Given that STING is not detectable in U2OS cells (Fig. 1C) (22), the increased DNA damage sensitivity of cGAS−/− U2OS cells is likely independent of STING. Consistent with this idea, STING knockdown in cGAS−/− and WT BJ cells did not alter DNA damage sensitivity (fig. S3, A and B). Furthermore, the H2O2 sensitivity of WT and cGAS−/− U2OS cells was not affected by increasing concentrations of cGAMP (fig. S3C). Thus, cGAS promotes cell survival after DNA damage in a cGAMP- and STING-independent manner.

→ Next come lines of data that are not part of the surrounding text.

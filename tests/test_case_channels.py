"""What instruments do to a signal, told in the case and undone on the way: each against a recording made by doing it."""

from __future__ import annotations

import math

import numpy as np
import pytest
from scipy import signal as filters

import pulsekit as pk
from pulsekit.errors import PulsekitError

FREQUENCY = 1.25
RATE = 400.0
TIME = np.arange(0, 8.0, 1 / RATE)
TUBE = {"radius": "3.1 mm"}
FLUID = {"kind": "given", "density": "1060 kg/m^3", "viscosity": "3.5 mPa*s"}
COEFFICIENTS = np.array([0.12, 0.15 * np.exp(-1j), 0.08 * np.exp(0.4j), 0.03 * np.exp(2j)])
TRUTH = pk.Harmonics(frequency=FREQUENCY, coefficients=COEFFICIENTS)


def analysed(folder, values, *, unit="m/s", quantity="mean_velocity", harmonics=3, samples=None, time=TIME, **recording):
    rows = "\n".join(f"{t:.6f},{v:.12g}" for t, v in zip(time, values, strict=True))
    (folder / "v.csv").write_text(f"time (s),v ({unit})\n{rows}\n")
    case = pk.WallShearCase(
        recording={"file": "v.csv", "signal": "v", "quantity": quantity} | recording, cycles={"period": "0.8 s", "harmonics": harmonics}, tube=TUBE,
        fluid=FLUID, folder=folder,
    )  # fmt: skip
    return pk.analyse(case, nominal_only=samples is None, samples=samples)


def velocities(answer):
    return answer.flow.mean_velocity.coefficients


def same(answer, rtol=1e-8):
    # Twelve digits in the file, three harmonics of one scale.
    np.testing.assert_allclose(velocities(answer), COEFFICIENTS, rtol=rtol, atol=1e-10)


def settled(b, a):
    """The truth after a digital filter has settled: several periods run in before the recording."""
    long = np.arange(-16.0, 8.0 - 0.5 / RATE, 1 / RATE)
    return filters.lfilter(b, a, TRUTH.evaluate(long))[-TIME.size :]


def test_a_butterworth_low_pass_is_undone(tmp_path):
    b, a = filters.butter(2, 12.0, fs=RATE)
    # SciPy's digital filter warps the analogue one by (pi f/rate)^2/3 of the frequency: at 3.75 Hz of 400 under 1e-3.
    same(analysed(tmp_path, settled(b, a), low_pass="12 Hz"), rtol=2e-3)
    untouched = velocities(analysed(tmp_path, settled(b, a)))
    assert abs(untouched[3] / COEFFICIENTS[3] - 1) > 0.1


def test_a_ringing_catheter_is_undone(tmp_path):
    natural, damping = 2 * np.pi * 18.0, 0.25
    _, values, _ = filters.lsim(([natural**2], [1, 2 * damping * natural, natural**2]), TRUTH.evaluate(np.arange(0, 24, 1 / RATE)), np.arange(0, 24, 1 / RATE))
    # lsim takes the input as straight between samples: an error of (pi f/rate)^2/3.
    same(analysed(tmp_path, values[-TIME.size :], natural_frequency="18 Hz", damping_ratio=0.25), rtol=2e-3)


@pytest.mark.parametrize("stamp", ["middle", "start"])
def test_frames_are_undone(tmp_path, stamp):
    width = 0.1
    begin = TIME - (width / 2 if stamp == "middle" else 0.0)
    orders = np.arange(1, 4) * 2j * np.pi * FREQUENCY
    # The mean over a frame in closed form: the integral of exp(i w t) over its width.
    means = COEFFICIENTS[0].real + sum(
        (c * np.exp(w * begin) * (np.exp(w * width) - 1) / (w * width)).real for c, w in zip(COEFFICIENTS[1:], orders, strict=True)
    )
    same(analysed(tmp_path, means, averaged_over="100 ms", stamp=stamp))


def test_a_delay_is_undone(tmp_path):
    same(analysed(tmp_path, TRUTH.evaluate(TIME - 0.02), delay="20 ms"))


def test_beyond_a_gain_of_three_harmonics_are_dropped_and_said(tmp_path):
    b, a = filters.butter(2, 2.0, fs=RATE)
    answer = analysed(tmp_path, settled(b, a), low_pass="2 Hz")
    # 1/|H| at f/2 Hz: sqrt(1 + (f/2)^4) = 1.18, 1.85 and 3.66 for the three harmonics: the third is beyond.
    assert answer.flow.mean_velocity.count == 2
    assert any("dropped" in remark for remark in answer.remarks)


def test_calibration_and_zero_at_no_flow(tmp_path):
    still = np.arange(0, 2, 1 / RATE)
    time = np.concatenate([still, 2 + TIME])
    volts = np.concatenate([np.full(still.size, 1.002), 1.002 + TRUTH.evaluate(2 + TIME) / 0.4])
    answer = analysed(tmp_path, volts, unit="V", time=time, calibration="40 cm/s/V", zero_between=["0 s", "1.99 s"])
    found = velocities(answer)
    np.testing.assert_allclose(np.abs(found), np.abs(COEFFICIENTS), rtol=1e-6)


def test_a_zero_file(tmp_path):
    rows = "\n".join(f"{t:.6f},1.002" for t in TIME[:200])
    (tmp_path / "still.csv").write_text(f"time (s),v (V)\n{rows}\n")
    same(analysed(tmp_path, 1.002 + TRUTH.evaluate(TIME) / 0.4, unit="V", calibration="40 cm/s/V", zero_file="still.csv"))


def test_an_ac_coupled_channel_has_no_mean(tmp_path):
    answer = analysed(tmp_path, TRUTH.evaluate(TIME) - 0.12, coupling="ac")
    assert answer.findings["mean_flow_rate"].value is None
    assert answer.findings["pressure_gradient_amplitude"].value > 0
    mended = analysed(tmp_path, TRUTH.evaluate(TIME) - 0.12, coupling="ac", mean_flow=f"{0.12 * math.pi * 3.1e-3**2:.12g} m^3/s")
    same(mended)


def test_components_along_the_beam(tmp_path):
    same(analysed(tmp_path, TRUTH.evaluate(TIME) * math.cos(math.radians(60)), doppler_angle="60 deg", angle_corrected=False))
    same(analysed(tmp_path, TRUTH.evaluate(TIME), doppler_angle="60 deg"))


def test_three_degrees_at_sixty_are_nine_per_cent(tmp_path):
    answer = analysed(tmp_path, TRUTH.evaluate(TIME), doppler_angle="60 deg ± 3 deg", samples=20_000)
    finding = answer.findings["mean_flow_rate"]
    # First order tan(60 deg) x 3 deg = 9.07 %; the cosine's curvature widens the upper side, so the logarithm of the width is compared.
    spread = math.log(finding.high / finding.low) / (2 * 1.96)
    assert spread == pytest.approx(math.tan(math.radians(60)) * math.radians(3), rel=0.06)
    assert finding.shares["recording.doppler_angle"] == pytest.approx(1, abs=0.02)


def test_spectral_broadening_and_background(tmp_path):
    same(analysed(tmp_path, TRUTH.evaluate(TIME) * 1.15, spectral_broadening="15 %"))
    same(analysed(tmp_path, TRUTH.evaluate(TIME) + 0.006, background_velocity="0.6 cm/s"))


def test_offset_and_scale_enter_the_interval(tmp_path):
    answer = analysed(tmp_path, TRUTH.evaluate(TIME), offset_uncertainty="0.6 cm/s", scale_uncertainty="3 %", samples=20_000)
    finding = answer.findings["mean_reynolds_number"]
    expected = math.hypot(0.006 / 0.12, 0.03)
    assert (finding.high - finding.low) / (2 * 1.96 * finding.value) == pytest.approx(expected, rel=0.03)
    # GUM: shares are the squares of the contributions.
    assert finding.shares["recording.offset_uncertainty"] == pytest.approx((0.05 / expected) ** 2, abs=0.03)


def test_a_unit_and_a_rate_that_the_file_does_not_say(tmp_path):
    rows = "\n".join(f"{v:.12g}" for v in TRUTH.evaluate(TIME) * 100)
    (tmp_path / "bare.csv").write_text(f"v\n{rows}\n")
    recording = {"file": "bare.csv", "signal": "v", "quantity": "mean_velocity", "sample_rate": "400 Hz"}
    case = pk.WallShearCase(recording=recording, cycles={"period": "0.8 s", "harmonics": 3}, tube=TUBE, fluid=FLUID, folder=tmp_path)
    with pytest.raises(PulsekitError, match="unit"):
        pk.analyse(case, nominal_only=True)
    same(pk.analyse(case.with_value("recording.unit", "cm/s"), nominal_only=True))


def test_instrument_check_is_unknown_until_the_filter_is_told(tmp_path):
    assert analysed(tmp_path, TRUTH.evaluate(TIME)).checks["instrument_response"].verdict == "unknown"
    assert analysed(tmp_path, TRUTH.evaluate(TIME), low_pass="100 Hz").checks["instrument_response"].verdict == "holds"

In metaphase spreads, we observed significantly higher levels of chromosomal aberrations in cGAS−/− BJ cells than in WT BJ cells, especially after DNA damage (Fig. 3G). The cGAS mutants defective for phase separation, cGMP synthesis, and dimerization all reversed the hyper-proliferation and H2O2 sensitivity of cGAS−/− cells, as did WT cGAS (fig. S3D). In contrast, the cGAS Y215E and K394E mutants, which are defective for nuclear entry and DNA binding, respectively, did not reverse the IR or H2O2 sensitivities (Fig. 3H and fig. S3D). Together with the data in Fig. 1 (D to I), our results show that cGAS suppresses both proliferation and DNA damage sensitivity through its DNA binding in the nucleus, suggesting that the hyper-replicative state of cGAS-deficient cells underlies the increased sensitivity to DNA damage.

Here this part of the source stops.